= TASK STATEMENT =
Using the listing below, set down each line from the line containing "m, s = parameters[0], np.exp(parameters[1])" through the line containing "assert (bias.value, sep.variance)", both ends included, exactly and with nothing added.

= SUPPLIED MATERIAL =

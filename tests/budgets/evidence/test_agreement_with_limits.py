"""Values below a reporting limit: against a general maximiser (scipy) and against simulation."""

import numpy as np
import pytest
from scipy import optimize, stats

from budgets.errors import ConvergenceError, EvidenceError, NotSupportedError
from budgets.evidence import censored_normal as module
from budgets.evidence.censored_normal import censored_normal
from budgets.evidence.study_data import NamedSource, StudyData, evaluate_study

COLUMNS = ("pair", "reading", "reference")


def simulated(n=40, seed=1, limit=0.5, bias=0.05, scatter=0.1):
    generator = np.random.default_rng(seed)
    y = generator.uniform(0.1, 3, n)
    x = y + generator.normal(bias, scatter, n)
    return [(f"V{i}", a, b if b >= limit else {"below": limit}) for i, (a, b) in enumerate(zip(x, y))]  # noqa: B905


def evaluated(rows, columns=COLUMNS, sources=(), **options):
    data, options = StudyData(columns, tuple(rows)), {"independent": True, **options}
    return evaluate_study("agreement", data, study="val", options=options, named_sources=sources)


def test_without_limits_mean_and_variance_are_the_plain_ones():
    values = np.random.default_rng(1).normal(3, 0.2, 25)
    fit = censored_normal(values, [], [])
    assert (fit.mean, fit.variance) == pytest.approx((values.mean(), values.var(ddof=1)))
    assert (fit.mean_variance, fit.degrees_of_freedom) == pytest.approx((1 / 25, 24))
    # Limits that everything is known to keep say nothing.
    far = censored_normal(values, [1e3] * 5, [-1e3] * 5)
    assert (far.mean, far.degrees_of_freedom) == pytest.approx((values.mean(), 24))


@pytest.mark.parametrize("seed", range(4))
def test_the_fit_is_the_maximum_of_the_likelihood(seed):
    generator = np.random.default_rng(seed)
    exact, below, above = generator.normal(0.3, 0.2, 20), generator.normal(0.4, 0.3, 8), [0.1, 0.5]

    def negative(parameters):
        m, s = parameters[0], np.exp(parameters[1])
        found = stats.norm.logpdf(exact, m, s).sum() + stats.norm.logcdf(below, m, s).sum()
        return -found - stats.norm.logsf(above, m, s).sum()

    reference = optimize.minimize(negative, (0.3, np.log(0.2)), method="Nelder-Mead", options={"xatol": 1e-8})
    fit = censored_normal(exact, below, above)
    ml = fit.variance * fit.degrees_of_freedom / (fit.degrees_of_freedom + 1)
    assert (fit.mean, np.sqrt(ml)) == pytest.approx((reference.x[0], np.exp(reference.x[1])), rel=1e-4)
    assert 15 < fit.degrees_of_freedom < 29
    moved = censored_normal(5 - 2 * exact, 5 - 2 * np.asarray(above), 5 - 2 * below)
    assert (moved.mean, moved.variance) == pytest.approx((5 - 2 * fit.mean, 4 * fit.variance))


def test_limits_far_from_the_values_are_reached_in_shorter_steps():
    fit = censored_normal([0.0, 0.1, -0.1, 0.05], [-9.0], [30.0, 40.0])
    assert fit.mean > 0.5 and np.isfinite(fit.variance)


def test_a_search_that_does_not_end_is_an_error(monkeypatch):
    monkeypatch.setattr(module, "_MOST_STEPS", 1)
    with pytest.raises(ConvergenceError):
        censored_normal([0.0, 1.0, 2.0], [0.5], [])


def test_bias_and_standard_error_come_from_all_that_is_known():
    rows = simulated()
    found = evaluated(rows)
    bias, sep = found.estimate("bias"), found.estimate("standard_error_of_prediction")
    exact = [x - y for _, x, y in rows if not isinstance(y, dict)]
    fit = censored_normal(exact, [], [x - y["below"] for _, x, y in rows if isinstance(y, dict)])
    assert (bias.value, sep.variance) == pytest.approx((fit.mean, fit.variance))
    assert bias.degrees_of_freedom == sep.degrees_of_freedom == fit.degrees_of_freedom
    assert bias.interval.lower < bias.value < bias.interval.upper
    assert found.diagnostics["differences_above"] == 40 - len(exact)
    assert found.diagnostics["reference_lowest"] >= 0.5
    assert "values-below-limit" in [w.code for w in found.warnings]
    assert found.used == 40


def test_a_value_below_its_limit_is_neither_zero_nor_half_of_it():
    """Over 60 studies with a third of the references below 1: what either substitution makes of the bias."""
    found, halves, zeros = [], [], []
    for seed in range(60):
        rows = simulated(n=60, seed=seed, limit=1.0)
        found.append(evaluated(rows).estimate("bias").value)
        for into, share in ((halves, 0.5), (zeros, 0.0)):
            into.append(np.mean([x - (share if isinstance(y, dict) else y) for _, x, y in rows]))
    # The standard error of the mean over the studies is 0.002.
    assert np.mean(found) == pytest.approx(0.05, abs=0.01)
    assert abs(np.mean(halves) - 0.05) > 0.01
    assert abs(np.mean(zeros) - 0.05) > 0.1


def test_a_reading_below_bounds_the_difference_from_above_and_two_say_nothing():
    rows = [*simulated(limit=0.0), ("R", {"below": 0.2}, 0.3), ("B", {"below": 0.2}, {"below": 0.2})]
    found = evaluated(rows)
    counts = [found.diagnostics[f"differences_{side}"] for side in ("known", "below", "above")]
    assert counts == [40, 1, 0]
    assert found.diagnostics["pairs_below_on_both_sides"] == 1
    assert "1 pairs below on both sides say nothing" in found.warnings[-1].detail


@pytest.mark.parametrize(
    ("rows", "columns", "changes", "where"),
    [
        ([(*row, "d1") for row in simulated()], (*COLUMNS, "group"), {}, ("columns",)),
        (simulated(), COLUMNS, {"tolerance_limits": [1.0]}, ("options", "tolerance_limits")),
        ([*simulated(), ("V0", 1.0, {"below": 0.5}), ("V0", 1.0, 0.6)], COLUMNS, {}, ("rows",)),
    ],
)
def test_what_limits_do_not_go_with_is_refused(rows, columns, changes, where):
    with pytest.raises(NotSupportedError) as caught:
        evaluated(rows, columns, **changes)
    assert caught.value.each()[0].where == where


def test_named_sources_and_limits_are_refused_together(an_estimate):
    with pytest.raises(NotSupportedError):
        evaluated(simulated(), sources=[NamedSource("presentation", an_estimate())])


def test_too_few_that_are_known_are_refused():
    with pytest.raises(EvidenceError, match="must be known"):
        evaluated(simulated(n=12, limit=2.5))
    with pytest.raises(EvidenceError, match="must be known"):
        evaluated(simulated(n=40, limit=2.2))
    rows = [(f"V{i}", 1.5 + i, 1.0 + i) for i in range(12)]
    with pytest.raises(EvidenceError, match="no scatter"):
        evaluated([*rows, ("B", 0.5, {"below": 1.0})])
    # The same difference each time, but for what binary numbers make of it.
    rows = [(f"V{i}", float(f"{1.6 + i / 10:.1f}"), float(f"{1.5 + i / 10:.1f}")) for i in range(12)]
    with pytest.raises(EvidenceError, match="no scatter"):
        evaluated([*rows, ("B", 0.5, {"below": 1.0})])


@pytest.mark.parametrize(
    "cell", [{"below": "0.1"}, {"below": 1e300}, {"below": float("nan")}, {"above": 1}, {"below": None}]
)
def test_a_limit_is_a_number(cell):
    with pytest.raises(EvidenceError):
        evaluated([*simulated(), ("X", 1.0, cell)])


@pytest.mark.slow
def test_coverage_with_a_quarter_of_the_values_below():
    """1,000 studies of 30 pairs: the bias and its interval (approximate), as measured."""
    held = 0
    for seed in range(1000):
        bias = evaluated(simulated(n=30, seed=seed, limit=0.8)).estimate("bias")
        held += bias.interval.lower <= 0.05 <= bias.interval.upper
    assert 0.925 <= held / 1000 <= 0.975, held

= SOLUTION FOR THIS EXERCISE =
        m, s = parameters[0], np.exp(parameters[1])
        found = stats.norm.logpdf(exact, m, s).sum() + stats.norm.logcdf(below, m, s).sum()
        return -found - stats.norm.logsf(above, m, s).sum()

    reference = optimize.minimize(negative, (0.3, np.log(0.2)), method="Nelder-Mead", options={"xatol": 1e-8})
    fit = censored_normal(exact, below, above)
    ml = fit.variance * fit.degrees_of_freedom / (fit.degrees_of_freedom + 1)
    assert (fit.mean, np.sqrt(ml)) == pytest.approx((reference.x[0], np.exp(reference.x[1])), rel=1e-4)
    assert 15 < fit.degrees_of_freedom < 29
    moved = censored_normal(5 - 2 * exact, 5 - 2 * np.asarray(above), 5 - 2 * below)
    assert (moved.mean, moved.variance) == pytest.approx((5 - 2 * fit.mean, 4 * fit.variance))


def test_limits_far_from_the_values_are_reached_in_shorter_steps():
    fit = censored_normal([0.0, 0.1, -0.1, 0.05], [-9.0], [30.0, 40.0])
    assert fit.mean > 0.5 and np.isfinite(fit.variance)


def test_a_search_that_does_not_end_is_an_error(monkeypatch):
    monkeypatch.setattr(module, "_MOST_STEPS", 1)
    with pytest.raises(ConvergenceError):
        censored_normal([0.0, 1.0, 2.0], [0.5], [])


def test_bias_and_standard_error_come_from_all_that_is_known():
    rows = simulated()
    found = evaluated(rows)
    bias, sep = found.estimate("bias"), found.estimate("standard_error_of_prediction")
    exact = [x - y for _, x, y in rows if not isinstance(y, dict)]
    fit = censored_normal(exact, [], [x - y["below"] for _, x, y in rows if isinstance(y, dict)])
    assert (bias.value, sep.variance) == pytest.approx((fit.mean, fit.variance))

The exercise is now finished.